Wireheads are one of the finest groups to emerge from Kaurna Country/Adelaide, and are part of a community of DIY musicians who are putting out some of the country’s best rock-adjacent music eg. Workhorse, Nylex, Fair Maiden, Dom and the Wizards.
“Hook Echo” is the second single from their forthcoming sixth record Potentially Venus, being released through Tenth Court, experts themselves of mining the Antipodean underground for hidden gems.
“Hook Echo” is brimming with the sort of energy that can only be harnessed through the sort of DIY community that Wireheads are the centre of, elevated into something more singular through the evocative songwriting of singer Dom Trimboli.
Wireheads have proven to be a remarkably consistent band over the last 10 years, and with this new album confirm that they are one of the country’s most underrated groups operating in the Australian underground.

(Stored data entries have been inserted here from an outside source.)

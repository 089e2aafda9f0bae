/**
 * The starter campaign written by `ratchet init`: it loads as written, documents every section, and its
 * starting structure is a silicon diamond cell that an independent library reads correctly.
 * Cross-check: Debian's python3-ase (ase.io.read, extended XYZ) reads the structure we wrote; the
 * expected geometry is from the design notes: silicon a = 5.431 Å, Si-Si 2.3517 Å (= a·√3/4), 8 atoms
 * in the conventional diamond cell, 4 nearest neighbours each.
 */
import { afterAll, beforeAll, describe, expect, it } from 'vitest';
import { execFileSync } from 'node:child_process';
import { mkdtempSync, readFileSync, rmSync, writeFileSync, existsSync, mkdirSync } from 'node:fs';
import { tmpdir } from 'node:os';
import { join } from 'node:path';
import { loadCampaign } from '../../src/campaign/load.js';
import { campaignJsonSchema } from '../../src/campaign/jsonschema.js';
import { InitError, STARTER_CAMPAIGN, writeStarter } from '../../src/campaign/starter.js';

let root: string;
beforeAll(() => {
  root = mkdtempSync(join(tmpdir(), 'ratchet-starter-'));
});
afterAll(() => {
  rmSync(root, { recursive: true, force: true });
});

describe('writeStarter', () => {
  it('writes a campaign that loads, into a directory it creates', async () => {
    const dir = join(root, 'new', 'campaign');
    const written = await writeStarter(dir);
    expect(written).toEqual({ campaign: join(dir, 'campaign.yaml'), structure: join(dir, 'start.xyz') });
    const loaded = await loadCampaign(written.campaign);
    expect(loaded.campaign.species).toEqual(['Si']);
    expect(loaded.campaign.start).toEqual(['start.xyz']);
    expect(loaded.campaign.conditions.map((c) => c.name)).toEqual(['solid-300K', 'hot-1200K']);
    expect(loaded.campaign.stages.label.resources).toMatchObject({ cpus: 4, memory: 4096, walltime: 7200 });
  });

  it('mentions every key of every section (as a setting or a comment)', () => {
    const missing: string[] = [];
    const visit = (node: any, path: string) => {
      for (const [key, child] of Object.entries((node.properties ?? {}) as Record<string, any>)) {
        if (key !== 'description' && !new RegExp(`^[\\s#-]*${key}:`, 'm').test(STARTER_CAMPAIGN)) missing.push(`${path}${key}`);
        visit(child, `${path}${key}.`);
        if (child.items) visit(child.items, `${path}${key}[].`);
      }
    };
    visit(campaignJsonSchema(), '');
    expect(missing).toEqual([]);
  });

  it('refuses to overwrite, writing nothing', async () => {
    const dir = join(root, 'existing');
    mkdirSync(dir);
    writeFileSync(join(dir, 'campaign.yaml'), 'name: mine\n');
    await expect(writeStarter(dir)).rejects.toThrow(InitError);
    await expect(writeStarter(dir)).rejects.toThrow(`${join(dir, 'campaign.yaml')}: already exists; not overwriting it (choose another directory or move the file)`);
    expect(readFileSync(join(dir, 'campaign.yaml'), 'utf8')).toBe('name: mine\n');
    expect(existsSync(join(dir, 'start.xyz'))).toBe(false);

    const dir2 = join(root, 'existing2');
    mkdirSync(dir2);
    writeFileSync(join(dir2, 'start.xyz'), 'mine');
    await expect(writeStarter(dir2)).rejects.toThrow(`${join(dir2, 'start.xyz')}: already exists`);
    expect(existsSync(join(dir2, 'campaign.yaml'))).toBe(false);
  });

  it('writes a silicon diamond cell that ASE reads with the expected geometry', async () => {
    const dir = join(root, 'ase');
    const { structure } = await writeStarter(dir);
    const script = `
import sys, json
from ase.io import read
from ase.neighborlist import neighbor_list
a = read(sys.argv[1], format='extxyz')
i, d = neighbor_list('id', a, 2.6)
print(json.dumps({"symbols": a.get_chemical_symbols(), "pbc": a.pbc.tolist(), "volume": a.get_volume(),
                  "dmin": float(d.min()), "dmax": float(d.max()), "counts": [int((i == k).sum()) for k in range(len(a))]}))
`;
    const out = JSON.parse(execFileSync('/usr/bin/python3', ['-c', script, structure], { encoding: 'utf8' }));
    expect(out.symbols).toEqual(Array(8).fill('Si'));
    expect(out.pbc).toEqual([true, true, true]);
    expect(out.volume).toBeCloseTo(5.431 ** 3, 6);
    expect(out.dmin).toBeCloseTo(2.3517, 4); // design notes: Si-Si 2.3517 Å
    expect(out.dmax).toBeCloseTo(2.3517, 4);
    expect(out.counts).toEqual(Array(8).fill(4)); // tetrahedral: 4 neighbours each
  });
});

Larrakia, Jawoyn and TSI woman and Gadigal-based MC, Kootsie Don, has just released her latest single, “Lemme Know”, out via Bad Apples Music.
After emerging in 2021 with a string of fantastic soundcloud demos and songs, Kootsie Don delivers on the promise of these early singles with her Bad Apples debut. “Lemme Know” is clearly indebted to early 2000’s R&B, but avoids pastiche through Kootsie’s commanding and personal storytelling and infectious melodies, showcasing Kootsie Don as an exciting new voice in Australian hip hop and R&B. “Lemme Know” showcases a real sense of range amongst her releases so far, and makes me really excited to see what’s next!